EXERCISE DESCRIPTION:
Go over the entries below line by line, copying each one that contains the word "atOnce".

INPUT DATA: Begin

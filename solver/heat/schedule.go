package heat

import (
	"fmt"
	"math"
	"slices"

	"keelfall/column"
)

// moment is when something begins, ends or happens.
type moment struct {
	t     float64
	order int // ends first, then what happens at once, then beginnings
	event *Event
	name  string // of a sheet
	does  func(*Evolution, *moment) error
}

const (
	ending = iota
	atOnce
	beginning
)

// schedule checks all events and puts their moments in order.
func (ev *Evolution) schedule(events []Event) error {
	own := slices.Clone(events)
	for i := range own {
		e := &own[i]
		if err := ev.possible(e); err != nil {
			return fmt.Errorf("heat: event %d (%s): %w", i+1, e.label(), err)
		}
		for j := range i {
			if what := own[j].overlaps(e); what != "" {
				return fmt.Errorf("heat: event %d (%s) and event %d (%s): %s", j+1, own[j].label(), i+1, e.label(), what)
			}
		}
		ev.moments = append(ev.moments, e.moments()...)
	}
	slices.SortStableFunc(ev.moments, func(a, b moment) int {
		switch {
		case a.t != b.t:
			if a.t < b.t {
				return -1
			}
			return 1
		}
		return a.order - b.order
	})
	return ev.rehearse(own)
}

func (e *Event) label() string {
	if e.Name != "" {
		return e.Verb + " " + e.Name
	}
	if e.Layer != "" {
		return e.Verb + " " + e.Layer
	}
	return e.Verb
}

// lasts says whether the verb has a beginning and an end.
func (e *Event) lasts() bool {
	return e.Verb == "accumulate" || e.Verb == "stretch" || e.Verb == "erode" || e.Verb == "bury"
}

// possible checks an event alone.
func (ev *Evolution) possible(e *Event) error {
	number := func(xs ...float64) bool {
		for _, x := range xs {
			if math.IsNaN(x) || math.IsInf(x, 0) {
				return false
			}
		}
		return true
	}
	switch {
	case !number(e.From, e.To, e.Rate, e.Thickness, e.Temperature, e.HeatFlow, e.Share, e.Every) || e.Temperature < 0:
		return fmt.Errorf("a number that is none, or a temperature below 0 K: %s to %s, rate %g, thickness %g m, temperature %g K, heat flow %g W/m², share %g", inMyr(e.From), inMyr(e.To), e.Rate, e.Thickness, e.Temperature, e.HeatFlow, e.Share)
	case e.From < 0:
		return fmt.Errorf("it begins at %s, before the start", inMyr(e.From))
	case e.lasts() && !(e.To > e.From):
		return fmt.Errorf("it ends at %s, not after it begins at %s", inMyr(e.To), inMyr(e.From))
	case e.lasts() && e.Verb != "stretch" && !(e.Rate > 0):
		return fmt.Errorf("rate %g m/s, must be > 0", e.Rate)
	}
	switch e.Verb {
	case "stretch", "erode":
	case "accumulate":
	case "bury":
		return ev.newRock(e)
	case "intrude":
		if !(e.Thickness > 0) || !(e.Temperature > 0) {
			return fmt.Errorf("thickness %g m and temperature %g K, must be > 0", e.Thickness, e.Temperature)
		}
		if e.Times < 0 || e.Times > 1 && !(e.Every > 0) {
			return fmt.Errorf("%d times, every %s", e.Times, inMyr(e.Every))
		}
		return ev.newRock(e)
	case "change-base":
		if !e.HasHeatFlow && !(e.Temperature > 0) {
			return fmt.Errorf("needs a temperature or a heat flow")
		}
		if e.HasHeatFlow && e.Temperature > 0 {
			return fmt.Errorf("has a temperature (%g K) and a heat flow (%g W/m²); one of them", e.Temperature, e.HeatFlow)
		}
	case "remove":
		if !(e.Share > 0 && e.Share <= 1) {
			return fmt.Errorf("share %g, must be above 0 and at most 1", e.Share)
		}
	default:
		return fmt.Errorf("no such verb; known are intrude, accumulate, stretch, erode, bury, change-base, remove")
	}
	return nil
}

// newRock checks the rock of an event as that of a layer.
func (ev *Evolution) newRock(e *Event) error {
	if e.Name == "" {
		return fmt.Errorf("the new rock needs a name")
	}
	c := *ev.column
	c.Geotherm = nil
	c.Base = column.Base{Boundary: column.Rigid, HasTemperature: true, Temperature: 1000}
	c.Layers = []column.Layer{{Name: e.Name, Thickness: 1, Rock: e.Rock}}
	return c.Validate()
}

// overlaps says why two events cannot both be.
func (e *Event) overlaps(o *Event) string {
	if !e.lasts() || !o.lasts() || e.From >= o.To || o.From >= e.To {
		return ""
	}
	pair := func(a, b string) bool { return e.Verb == a && o.Verb == b || e.Verb == b && o.Verb == a }
	switch {
	case pair("stretch", "stretch"):
		return "two extension rates at one time"
	case pair("erode", "bury"), pair("erode", "erode"), pair("bury", "bury"):
		return "two rates at the surface at one time"
	case pair("accumulate", "accumulate") && e.Layer == o.Layer:
		return "both add to one layer at one time"
	}
	return ""
}

// moments are the moments of one event.
func (e *Event) moments() []moment {
	if e.lasts() {
		return []moment{{t: e.From, order: beginning, event: e, does: (*Evolution).starts}, {t: e.To, order: ending, event: e, does: (*Evolution).ends}}
	}
	names := e.Names()
	if len(names) == 0 {
		names = []string{""}
	}
	var out []moment
	for i, name := range names {
		out = append(out, moment{t: e.From + float64(i)*e.Every, order: atOnce, event: e, name: name, does: (*Evolution).happens})
	}
	return out
}

// rehearse goes through all moments with layers' names and thicknesses alone: unknown
// layers, names that are there already, more eroded than there is. Thicknesses here do
// not know heating and reaction: the column itself is watched as it goes.
func (ev *Evolution) rehearse(events []Event) error {
	number := func(e *Event) int {
		for i := range events {
			if &events[i] == e {
				return i + 1
			}
		}
		return 0
	}
	there := map[string]bool{}
	order := []column.Layer{}
	for i := range ev.column.Layers {
		l := ev.column.Layers[i]
		there[l.Name] = true
		order = append(order, l)
	}
	at := func(name string) int {
		return slices.IndexFunc(order, func(l column.Layer) bool { return l.Name == name })
	}
	depth, now, rate := ev.depth0, 0.0, ev.background
	eroding, depositing := 0.0, 0.0
	for k := range ev.moments {
		m := &ev.moments[k]
		e := m.event
		fail := func(format string, args ...any) error {
			return fmt.Errorf("heat: event %d (%s): %s", number(e), e.label(), fmt.Sprintf(format, args...))
		}
		dt := m.t - now
		now = m.t
		depth += dt * (depositing - eroding)
		if rate < 0 || !ev.open {
			depth *= math.Exp(-rate * dt)
		}
		if !(depth > 0) {
			return fail("by %s the whole column is eroded away", inMyr(m.t))
		}
		if e.Layer != "" && at(e.Layer) < 0 {
			return fail("there is no layer %q at %s", e.Layer, inMyr(m.t))
		}
		if e.Layer == "" && (e.Verb == "intrude" || e.Verb == "accumulate" || e.Verb == "remove") {
			return fail("it needs a layer")
		}
		end := m.order == ending
		switch e.Verb {
		case "stretch":
			rate = e.Rate
			if end {
				rate = ev.background
			}
		case "erode":
			eroding = e.Rate
			if end {
				eroding = 0
			}
		case "bury":
			depositing = e.Rate
			if end {
				depositing = 0
				continue
			}
			if at(e.Name) >= 0 {
				return fail("there is a layer %q already", e.Name)
			}
			order = slices.Insert(order, 0, column.Layer{Name: e.Name, Root: e.Root})
		case "intrude":
			if at(m.name) >= 0 {
				return fail("there is a layer %q already", m.name)
			}
			i := at(e.Layer)
			root := e.Root || order[i].Root && i+1 < len(order) && order[i+1].Root
			order = slices.Insert(order, i+1, column.Layer{Name: m.name, Root: root})
			depth += e.Thickness
		case "remove":
			if e.Share == 1 {
				order = slices.Delete(order, at(e.Layer), at(e.Layer)+1)
				if len(order) == 0 && !ev.open {
					return fail("nothing is left of the column")
				}
			}
		}
		if between := notRoot(order); between != "" {
			return fail("%s comes to lie between root layers and is not part of the root", between)
		}
	}
	return nil
}

// notRoot returns the first layer that lies between root layers but is not one.
func notRoot(layers []column.Layer) string {
	c := column.Column{Layers: layers}
	first, last, _ := c.RootSpan()
	for i := max(first, 0); i < last; i++ {
		if !layers[i].Root {
			return layers[i].Name
		}
	}
	return ""
}

// Next returns the next time in s at which something begins, ends or jumps, +Inf where
// there is none.
func (ev *Evolution) Next() float64 {
	if ev.next < len(ev.moments) {
		return ev.moments[ev.next].t
	}
	return inf
}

INPUT DATA: End

OUTPUT OF THE EXERCISE:
	atOnce
		out = append(out, moment{t: e.From + float64(i)*e.Every, order: atOnce, event: e, name: name, does: (*Evolution).happens})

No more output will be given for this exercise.